Questo testo, dunque, non riporta nessun sentimento di Abramo, né positivo né negativo, nessun dialogo (vedi il dialogo di Paolo con Gesù sulla via di Damasco o di Mosé o di alcuni profeti che non si sentono all'altezza del compito a cui erano stati chiamati) perché questo testo prima di tutto vuole sottolinearci che Dio è colui che si rivela, che si svela cioè che toglie il velo su se stesso ed entra in relazione con l'uomo, in questo caso con Abramo.

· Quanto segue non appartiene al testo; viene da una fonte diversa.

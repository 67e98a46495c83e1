import { VISIT_KINDS } from './plan-input.js';
import type { PlanTask, TaskGround, VisitKind, WorkTerms } from './plan-input.js';

/** Work on one part, before parts that are alike are put together. */
export interface PartWork {
  /** Days from doing it until it is due again; null: never again. */
  againAfterDays: number | null;
  terms: Partial<Record<VisitKind, WorkTerms>>;
  leadDays: number;
}

/** A fitted part as the planner needs it. */
export interface PlanPart {
  id: string;
  /** "cap shroud, port". */
  name: string;
  /** What the parts of a group are called together: "cap shrouds". */
  groupName: string;
  /**
   * 'dated': the replace-by date stands. 'provisional': it hangs on an estimate nobody has confirmed. 'suspended': an
   * incident has put it aside. The last two are planned as inspections, never as replacements.
   */
  standing: 'dated' | 'provisional' | 'suspended';
  /** Null where the part has no date. */
  replaceByOn: string | null;
  /** "Inspect or confirm by", for provisional and suspended parts. */
  confirmByOn: string | null;
  replacement: PartWork;
  /** Inspection by interval, or to confirm a date; null where none is asked for. */
  inspection: (PartWork & { dueOn: string | null }) | null;
}

/** Rules of the trade, the builder or the firm on what is done together. */
export interface TogetherRules {
  /** Parts always replaced in the same visit, such as port with starboard. */
  together: readonly (readonly string[])[];
  /** A part whose replacement takes others along, which may also be replaced alone: wire takes its terminals. */
  takesAlong: readonly { partId: string; alongIds: readonly string[] }[];
}

/** Tasks, and what kept parts from being planned as wished. */
export interface GroupedParts {
  tasks: PlanTask[];
  /** One sentence each; empty where all is well. */
  problems: string[];
}

interface Draft {
  parts: PlanPart[];
  action: 'replace' | 'inspect';
  ground: TaskGround;
  dueOn: string | null;
  work: PartWork;
}

/**
 * Parts as tasks. Parts bound together become one task: the earliest date, the shortest life, the longest lead time and
 * the kinds of visit that allow all of them, cost and hours added up. So do parts that agree in date, life, kinds and lead
 * time: with room enough in a visit, planning them apart cannot be cheaper, for all may follow whichever of them is
 * planned best.
 *
 * A replaced part counts as inspected. A provisional or suspended part is inspected, not replaced.
 */
export function groupParts(parts: readonly PlanPart[], rules: TogetherRules): GroupedParts {
  const bound = boundSets(parts, rules.together);
  const drafts: Draft[] = [];
  const problems: string[] = [];
  for (const set of bound) {
    const replaced = set.filter(({ standing }) => standing === 'dated');
    if (replaced.length > 0) drafts.push(replacementOf(replaced));
    for (const part of set) {
      const inspection = inspectionOf(part);
      if (inspection !== null) drafts.push(inspection);
      else if (part.standing !== 'dated') {
        problems.push(
          `${part.name}: its date is ${part.standing}, and no inspection is priced that would settle it.`,
        );
      }
    }
  }
  const tasks = alike(drafts).map((draft): PlanTask => taskOf(draft));
  for (const task of tasks) {
    if (Object.keys(task.terms).length === 0 && task.dueOn !== null) {
      problems.push(`${task.name}: no kind of visit allows all of what has to be done together.`);
    }
  }
  return { tasks: tasks.map((task) => ({ ...task, ...relationsOf(task, tasks, rules) })), problems };
}

/** Sets of parts bound by the rules, directly or through a third one; single parts by themselves. */
function boundSets(parts: readonly PlanPart[], together: TogetherRules['together']): PlanPart[][] {
  const leader = new Map(parts.map(({ id }) => [id, id]));
  const leaderOf = (id: string): string => {
    const up = leader.get(id)!;
    return up === id ? id : leaderOf(up);
  };
  for (const ids of together) {
    const known = ids.filter((id) => leader.has(id));
    for (const id of known.slice(1)) leader.set(leaderOf(id), leaderOf(known[0]));
  }
  const sets = new Map<string, PlanPart[]>();
  for (const part of parts) {
    const key = leaderOf(part.id);
    sets.set(key, [...(sets.get(key) ?? []), part]);
  }
  return [...sets.values()];
}

function replacementOf(parts: PlanPart[]): Draft {
  const dates = parts.flatMap(({ replaceByOn }) => (replaceByOn === null ? [] : [replaceByOn]));
  return {
    parts,
    action: 'replace',
    ground: 'replace-by',
    dueOn: dates.length === 0 ? null : dates.reduce((least, day) => (day < least ? day : least)),
    work: joined(parts.map(({ replacement }) => replacement)),
  };
}

function inspectionOf(part: PlanPart): Draft | null {
  const { standing, inspection } = part;
  if (inspection === null) return null;
  const dueOn =
    standing === 'dated' || part.confirmByOn === null || (inspection.dueOn ?? '9999') < part.confirmByOn
      ? inspection.dueOn
      : part.confirmByOn;
  const ground = standing === 'dated' ? 'inspection-interval' : (`${standing}-date` as const);
  return { parts: [part], action: 'inspect', ground, dueOn, work: inspection };
}

/** Work done as one: every kind of visit that allows all of it, sums of cost and hours. */
function joined(works: readonly PartWork[]): PartWork {
  const kinds = VISIT_KINDS.filter((kind) => works.every(({ terms }) => terms[kind] !== undefined));
  const lives = works.flatMap(({ againAfterDays }) => (againAfterDays === null ? [] : [againAfterDays]));
  return {
    againAfterDays: lives.length === 0 ? null : Math.min(...lives),
    leadDays: Math.max(...works.map(({ leadDays }) => leadDays)),
    terms: Object.fromEntries(
      kinds.map((kind) => [
        kind,
        {
          costMinor: works.reduce((sum, { terms }) => sum + terms[kind]!.costMinor, 0),
          hours: works.reduce((sum, { terms }) => sum + terms[kind]!.hours, 0),
        },
      ]),
    ),
  };
}

function alike(drafts: readonly Draft[]): Draft[] {
  const groups = new Map<string, Draft>();
  for (const draft of drafts) {
    const { action, ground, dueOn, work } = draft;
    const kinds = VISIT_KINDS.filter((kind) => work.terms[kind] !== undefined);
    const key = JSON.stringify([
      draft.parts[0].groupName,
      action,
      ground,
      dueOn,
      work.againAfterDays,
      work.leadDays,
      kinds,
    ]);
    const known = groups.get(key);
    groups.set(
      key,
      known === undefined
        ? draft
        : { ...known, parts: [...known.parts, ...draft.parts], work: joined([known.work, work]) },
    );
  }
  return [...groups.values()];
}

function taskOf({ parts, action, ground, dueOn, work }: Draft): PlanTask {
  const names = [...new Set(parts.map(({ groupName }) => groupName))];
  return {
    id: `${action}:${parts
      .map(({ id }) => id)
      .sort()
      .join('+')}`,
    name: parts.length === 1 ? parts[0].name : names.join(', '),
    partIds: parts.map(({ id }) => id),
    action,
    ground,
    dueOn,
    againAfterDays: work.againAfterDays,
    terms: work.terms,
    leadDays: work.leadDays,
    alsoDoneBy: [],
    needs: [],
  };
}

function relationsOf(
  task: PlanTask,
  tasks: readonly PlanTask[],
  rules: TogetherRules,
): Pick<PlanTask, 'alsoDoneBy' | 'needs'> {
  const replacements = tasks.filter(({ action }) => action === 'replace');
  if (task.action === 'inspect') {
    // Only a task that renews all of what would be inspected counts as the inspection.
    const renewing = replacements.filter(({ partIds }) => task.partIds.every((id) => partIds.includes(id)));
    return { alsoDoneBy: renewing.map(({ id }) => id), needs: [] };
  }
  const along = rules.takesAlong
    .filter(({ partId }) => task.partIds.includes(partId))
    .flatMap(({ alongIds }) => alongIds);
  const needed = replacements.filter(
    (other) => other.id !== task.id && other.partIds.some((id) => along.includes(id)),
  );
  return { alsoDoneBy: [], needs: needed.map(({ id }) => id) };
}
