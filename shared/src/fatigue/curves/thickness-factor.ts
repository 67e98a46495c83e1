/**
 * Factor on the stress range of a thick part: (thickness / reference)^exponent above the reference thickness, 1 below
 * it (thin parts earn no bonus).
 *
 * @param thicknessMm thickness through which a crack would grow
 * @param rule for DNV-RP-C203: exponent of the class, reference 25 mm
 * @returns 1 or more
 * Source: DNV-RP-C203 (2016) section 2.4 (secondary).
 */
export function thicknessFactor(
  thicknessMm: number,
  rule: { exponent: number; referenceMm: number },
): number {
  return thicknessMm > rule.referenceMm ? (thicknessMm / rule.referenceMm) ** rule.exponent : 1;
}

Le sei promesse di Dio ad Abramo
Abramo è un personaggio che vive a Ur dei Caldei, in Mesopotamia, nei pressi dell'attuale Nassirja. Un uomo del sud dell'Iraq, diremmo noi oggi, benestante, perché con suo padre era allevatore di pecore e mucche, socialmente ben collocato. Insomma, economicamente non se la passava male. Non gli mancava nulla. Era un uomo che alla sua età poteva giustamente pensare a godersi la vita, a tirare i remi in barca. Ma non è così.
Leggendo Gs. 24: 2, ci rendiamo conto che la famiglia di Abramo era pagana ed idolatra, come tutta la società in cui viveva.
Questo elemento ci induce a pensare che lo Spirito di Dio deve aver preparato il cuore di Abramo prima che l'Eterno lo incontrasse e che Abramo fosse un uomo alla ricerca del Dio unico e vero, alla ricerca di risposte definitive.
Per questo Dio:
a)    si rivela ad Abramo;
b)   gli ordina di "uscire" da Ur (Gen. 11:31);
c)    gli fa sei promesse.
Perché Dio ha un suo piano, un suo progetto a lunga scadenza, concepito nell'eternità e per l'eternità. Per questo dice ad Abramo:
1.    Io farò di te una grande nazione
2.    Ti benedirò
3.    Renderò grande il tuo nome
4.    Tu sarai fonte di benedizione
5.    Benedirò quelli che ti benediranno e maledirò chi ti maledirà
6.    In te saranno benedette tutte le famiglie della terra.
Queste promesse hanno del paradossale, se si pensa che vengono fatte ad un uomo:
- che aveva settantacinque anni;
che la moglie di Abramo, Sara, era una donna sterile, e fino a  quel momento non   gli aveva potuto assicurare una discendenza;
-  che la sua età avanzata faceva supporre una vita ormai da vivere nella tranquillità della sua famiglia e del suo paese natìo, senza futuro e senza ulteriore sviluppo.
Ma questo è il nostro Dio. Paradossale, misterioso nelle sue vie e imprevedibile.
Quando noi pensiamo che tutto sia finito, definito, assodato, scontato con la logica umana, Dio stravolge tutto e rende possibile ciò che è impossibile.
E' scritto: "Vi è forse qualcosa che sia troppo difficile per il Signore? (Gen. 18:14; Ger. 32.17).
Così, all'età di ottantasei anni Abramo ha un figlio, Ismaele, dalla schiava Agar e a cento anni avrà il figlio della promessa, Isacco, l'inizio di una grande discendenza che avrà in Cristo Gesù la realizzazione totale e piena di tutta la volontà di Dio.

LA FEDE
 Il testo ci dice che "Abramo partì, come il Signore gli aveva detto" (4). Due parole: Abramo partì. Questa è la fede.
Alla rivelazione di Dio Abramo risponde con un gesto di grande fiducia abbandonandosi nelle braccia di Dio e decidendo di partire. Da questo capiamo che la fede non è fatta di nozioni, di sentimentalismi o altro. La fede è accogliere la volontà di Dio. E l'ubbidienza è la conseguenza del radicamento in noi della fede. La fede crea un rapporto tra te e Dio. Non solo. Essa avvicina i credenti, stabilisce un rapporto tra di loro, perché la fede è unificante, crea unità, comunione.
E se la fede è un dono di Dio, dono è anche la fraternità cristiana, che non è un ideale cristiano ma una realtà divina.
La chiesa, la comunità, è una realtà divina dove non si vivono i propri ideali, ma dove si pratica la comunione effettiva. E se questo non avviene, occorre capire di che tipo di delusione siamo affetti.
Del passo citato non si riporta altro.